Um brinde às novas Indicações Geográficas brasileiras!

Kelly Lissandra Bruch é Doutoranda em Direito Privado - PPGD/UFRGS - Université Rennes 1, Consultora Jurídica do Instituto Brasileiro do Vinho – IBRAVIN, Professora Licenciada – Ulbra, pesquisadora bolsista CAPES-Colégio Doutoral Franco-Brasileiro.

Texto publicado (contendo alterações) em: Jornal A Vindima - O Jornal da Vitivinicultura Brasileira, Editora Século Novo Ltda. - Flores da Cunha - RS – Brasil, p. 17-19, outubro/novembro 2008.

Análise da legislação brasileira sobre Indicações Geográficas

Segunda Parte

Por Kelly Lissandra Bruch

O Brasil é um país que apresenta muitas peculiaridades regionais, tais como tradições, culturas e costumes que o tornam único e ao mesmo tempo múltiplo. Contudo, pouco se conhece desta diversidade regional e há muito a ser feito para que todas estas facetas se tornem conhecidas, assim como valorizadas e preservadas, especialmente por aqueles que residem em cada uma destas regiões.

Um exemplo desta diversidade é a produção vitivinícola, que se destaca sobremaneira no Rio Grande do Sul, região na qual se encontra localizada cerca de 90% da produção nacional de vinhos e derivados da uva e do vinho. Em várias regiões, imigrantes de diversas procedências trouxeram a cultura da produção do vinho e a adaptaram às características peculiares de cada uma destas regiões nas quais se estabeleceram.

Uma destas regiões é a Serra Gaúcha. Esta região caracteriza-se por se localizar em uma altitude elevada, com muitos declives e aclives, alta umidade atmosférica, dentre outras peculiaridades, cujo conjunto edafoclimátio influi sobremaneira especialmente no cultivo da videira, resultando em um vinho com características diferenciadas.

Contudo, não basta a referida região produzir vinhos diferenciados e ter se tornado conhecida por esta produção. Faz-se necessário reconhecer estes atributos, garantindo a longevidade da cultura da videira e o desenvolvimento da região.
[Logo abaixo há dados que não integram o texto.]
// TestReplicasRunEachTickOnce runs two schedulers on one database over
// several ticks of a 2-second schedule, once with one clock 3 s slow and
// once with the clocks agreeing (both fire at the same instant): every tick
// runs exactly once, and the rows match the invocations.
func TestReplicasRunEachTickOnce(t *testing.T) {
	t.Parallel()
	for _, skew := range []time.Duration{3 * time.Second, 0} {
		t.Run("late "+skew.String(), func(t *testing.T) {
			t.Parallel()
			forEachStore(t, func(t *testing.T, d store.Dialect) {
				stores := openShared(t, d, 2)
				ty := newTally()
				work := func(ctx context.Context, _ int64) error {
					select {
					case <-time.After(300 * time.Millisecond):
						return nil
					case <-ctx.Done():
						return ctx.Err()
					}
				}
				logA, logB := &logCounter{}, &logCounter{}
				a := newScheduler(t, jobs.Config{Store: stores[0], Jobs: []jobs.Job{ty.job("count", "A", work)},
					Schedules: map[string]string{"count": every2s}, Seconds: true, Runner: "A", Logger: slog.New(logA)})
				b := newScheduler(t, jobs.Config{Store: stores[1], Jobs: []jobs.Job{ty.job("count", "B", work)},
					Schedules: map[string]string{"count": every2s}, Seconds: true, Runner: "B",
					Now: func() time.Time { return time.Now().Add(-skew) }, Logger: slog.New(logB)})
				if err := a.Start(); err != nil {
					t.Fatal(err)
				}
				if err := b.Start(); err != nil {
					t.Fatal(err)
				}
				waitFor(t, 30*time.Second, "five ticks", func() bool { return ty.calls.Load() >= 5 })
				time.Sleep(skew + 500*time.Millisecond) // let the late replica fire for the last tick too
				ctx, cancel := context.WithTimeout(context.Background(), 10*time.Second)
				defer cancel()
				if err := a.Stop(ctx); err != nil {
					t.Fatal(err)
				}
				if err := b.Stop(ctx); err != nil {
					t.Fatal(err)
				}

				ty.mu.Lock()
				defer ty.mu.Unlock()
				for tick, n := range ty.perTick {
					if n != 1 {
						t.Errorf("tick %s ran %d times", tick.Format(time.RFC3339), n)
					}
					if tick.UnixNano()%int64(2*time.Second) != 0 {
						t.Errorf("tick %s is not on the schedule", tick.Format(time.RFC3339Nano))
					}
				}
				// Every tick has one row. A tick runs at most once, and
				// exactly once unless it is recorded as skipped (on a loaded
				// machine a run can outlast the 2 s period).
				runs := allRuns(t, stores[0])
				succeeded := 0
				for i, r := range runs {
					switch r.Status {
					case store.JobSucceeded:
						succeeded++
						if ty.perTick[r.Tick] != 1 || ty.by[r.Tick] != r.Runner {
							t.Errorf("row %+v does not match the invocations (%d, by %q)", r, ty.perTick[r.Tick], ty.by[r.Tick])
						}
					case store.JobSkipped:
						if ty.perTick[r.Tick] != 0 {
							t.Errorf("tick %s recorded as skipped but ran", r.Tick.Format(time.RFC3339))
						}
					default:
						t.Errorf("row %+v", r)
					}
					if i > 0 && r.Tick.Sub(runs[i-1].Tick) != 2*time.Second {
						t.Errorf("ticks %s then %s: a tick was lost or doubled", runs[i-1].Tick.Format(time.RFC3339), r.Tick.Format(time.RFC3339))
					}
				}
				if int64(succeeded) != ty.calls.Load() || succeeded != len(ty.perTick) || succeeded < 5 {
					t.Errorf("%d succeeded rows for %d ticks run and %d invocations", succeeded, len(ty.perTick), ty.calls.Load())
				}
				// The late replica must have fired for ticks the other had
				// already claimed, and found their rows; with agreeing
				// clocks either may lose a tick to the other.
				if skew > 0 && logB.count("tick already claimed") == 0 {
					t.Error("the late replica never found a tick already claimed")
				}
				if logA.count("tick already claimed")+logB.count("tick already claimed") == 0 {
					t.Error("no replica ever found a tick already claimed")
				}
				if skew > 0 && !slices.ContainsFunc(runs, func(r store.JobRun) bool { return r.Runner == "A" }) {
					t.Error("replica A ran no tick")
				}
			})
		})
	}
}

// TestPanicIsRecordedAsFailed: a job that panics is recovered, its run is
// recorded as failed, and the next tick runs normally.
func TestPanicIsRecordedAsFailed(t *testing.T) {
	t.Parallel()
	forEachStore(t, func(t *testing.T, d store.Dialect) {
		st := openShared(t, d, 1)[0]
		ty := newTally()
		job := ty.job("fragile", "A", func(_ context.Context, call int64) error {
			if call == 1 {
				var m map[string]int
				m["boom"]++ // a real nil-map panic
			}
			return nil
		})
		s := newScheduler(t, jobs.Config{Store: st, Jobs: []jobs.Job{job}, Schedules: map[string]string{"fragile": "* * * * * *"}, Seconds: true})
		if err := s.Start(); err != nil {
			t.Fatal(err)
		}
		waitFor(t, 15*time.Second, "a run after the panic", func() bool {
			page, err := s.Runs(context.Background(), store.JobRunQuery{Job: "fragile", Status: store.JobSucceeded})
			return err == nil && len(page.Items) > 0
		})
		runs := allRuns(t, st)
		if runs[0].Status != store.JobFailed || !strings.Contains(runs[0].Error, "panic: assignment to entry in nil map") || runs[0].FinishedAt == nil {
			t.Errorf("panicking run recorded as %+v", runs[0])
		}
		if runs[1].Status != store.JobSucceeded || runs[1].Drives != 2 || runs[1].Readings != 10 || runs[1].Note != "counted" {
			t.Errorf("run after the panic recorded as %+v", runs[1])
		}
	})
}

// TestLongJobIsSkippedNotStacked: a run longer than the period is never
// stacked; the ticks that come due meanwhile are recorded as skipped.
func TestLongJobIsSkippedNotStacked(t *testing.T) {
	t.Parallel()
	forEachStore(t, func(t *testing.T, d store.Dialect) {
		st := openShared(t, d, 1)[0]
		ty := newTally()
		job := ty.job("slow", "A", func(ctx context.Context, call int64) error {
			if call == 1 {
				time.Sleep(3200 * time.Millisecond)
			}
			return nil
		})
		s := newScheduler(t, jobs.Config{Store: st, Jobs: []jobs.Job{job}, Schedules: map[string]string{"slow": "* * * * * *"}, Seconds: true})
		if err := s.Start(); err != nil {
			t.Fatal(err)
		}
		waitFor(t, 20*time.Second, "a run after the long one", func() bool { return ty.calls.Load() >= 2 })
		ctx, cancel := context.WithTimeout(context.Background(), 10*time.Second)
		defer cancel()
		if err := s.Stop(ctx); err != nil {
			t.Fatal(err)
		}
		if p := ty.peak.Load(); p != 1 {
			t.Errorf("%d runs overlapped", p)
		}
		runs := allRuns(t, st)
		var skipped []store.JobRun
		for _, r := range runs {
			if r.Status == store.JobSkipped {
				skipped = append(skipped, r)
			}
		}
		if len(skipped) < 2 {
			t.Fatalf("%d skipped ticks during a 3.2 s run on a 1 s schedule: %+v", len(skipped), runs)
		}
		first := runs[0]
		for _, r := range skipped {
			if !strings.Contains(r.Note, "still running here") || !r.Tick.After(first.Tick) || r.Tick.After(*first.FinishedAt) {
				t.Errorf("skipped row %+v (long run %s to %s)", r, first.Tick, first.FinishedAt)
			}
		}
		if int64(len(runs)-len(skipped)) != ty.calls.Load() {
			t.Errorf("%d run rows for %d invocations", len(runs)-len(skipped), ty.calls.Load())
		}
	})
}

// TestStopWaitsForRunningJob: Stop returns only after the running job has
// finished and recorded its end; past its deadline it cancels the job.
func TestStopWaitsForRunningJob(t *testing.T) {
	t.Parallel()
	forEachStore(t, func(t *testing.T, d store.Dialect) {
		st := openShared(t, d, 1)[0]
		started := make(chan struct{}, 4)
		var finished time.Time
		job := funcJob{name: "steady", run: func(ctx context.Context, _ time.Time, _ func(int, int)) (jobs.Stats, error) {
			started <- struct{}{}
			time.Sleep(1500 * time.Millisecond)
			finished = time.Now()
			return jobs.Stats{Note: "done"}, nil
		}}
		s, err := jobs.New(jobs.Config{Store: st, Jobs: []jobs.Job{job}, Schedules: map[string]string{"steady": "* * * * * *"}, Seconds: true})
		if err != nil {
			t.Fatal(err)
		}
		if err := s.Start(); err != nil {
			t.Fatal(err)
		}
		<-started
		ctx, cancel := context.WithTimeout(context.Background(), 20*time.Second)
		defer cancel()
		if err := s.Stop(ctx); err != nil {
			t.Fatal(err)
		}
		stopped := time.Now()
		if finished.IsZero() || stopped.Before(finished) {
			t.Fatalf("Stop returned at %v, before the job finished (%v)", stopped, finished)
		}
		runs := allRuns(t, st)
		if len(runs) != 1 || runs[0].Status != store.JobSucceeded || runs[0].Note != "done" {
			t.Errorf("runs after a graceful stop: %+v", runs)
		}
		if _, err := s.RunNow(context.Background(), "steady"); !errors.Is(err, jobs.ErrStopped) {
			t.Errorf("RunNow after Stop: %v, want ErrStopped", err)
		}
		if err := s.Start(); !errors.Is(err, jobs.ErrStopped) {
			t.Errorf("Start after Stop: %v, want ErrStopped", err)
		}
	})
}

func TestStopDeadlineCancelsJob(t *testing.T) {
	t.Parallel()
	forEachStore(t, func(t *testing.T, d store.Dialect) {
		st := openShared(t, d, 1)[0]
		started := make(chan struct{}, 1)
		job := funcJob{name: "stubborn", run: func(ctx context.Context, _ time.Time, _ func(int, int)) (jobs.Stats, error) {
			started <- struct{}{}
			<-ctx.Done()
			return jobs.Stats{}, ctx.Err()
		}}
		s, err := jobs.New(jobs.Config{Store: st, Jobs: []jobs.Job{job}})
		if err != nil {
			t.Fatal(err)
		}
		run, err := s.RunNow(context.Background(), "stubborn")
		if err != nil {
			t.Fatal(err)
		}
		<-started
		ctx, cancel := context.WithTimeout(context.Background(), 300*time.Millisecond)
		defer cancel()
		err = s.Stop(ctx)
		if !errors.Is(err, context.DeadlineExceeded) || !strings.Contains(err.Error(), "stubborn") {
			t.Fatalf("Stop past its deadline: %v", err)
		}
		got, err := st.JobRun(context.Background(), run.ID)
		if err != nil {
			t.Fatal(err)
		}
		if got.Status != store.JobFailed || got.Error != "cancelled: the server shut down during the run" {
			t.Errorf("cancelled run recorded as %+v", got)
		}
	})
}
Uma das formas de se garantir este reconhecimento pode se dar por meio da proteção jurídica de sinais distintivos que a diferencie de outras regiões produtoras de vinho.

Dentro da legislação brasileira, várias possibilidades se apresentam para concretizar esta distinção. A mais conhecida é a proteção de um sinal distintivo por meio do registro de uma marca de produto, a qual busca identificar, por exemplo, o vinho e o seu produtor. Como se trata de uma região e não apenas de um produtor, esta não seria a estratégia mais adequada.

Por se tratar de uma grande coletividade, outras possibilidades poderiam ser apresentadas. A primeira seria o registro de uma marca coletiva, a qual mediante uma designação única englobasse todos os produtores. A segunda seria a proteção mediante o instituto da Indicação Geográfica - IG, que busca mais precisamente destacar no produto a sua origem geográfica e as características advindas desta relação.

Neste segundo artigo, que abordará de forma mais prática esta segunda possibilidade, o que se pretende é olhar a IG sob diferentes óticas.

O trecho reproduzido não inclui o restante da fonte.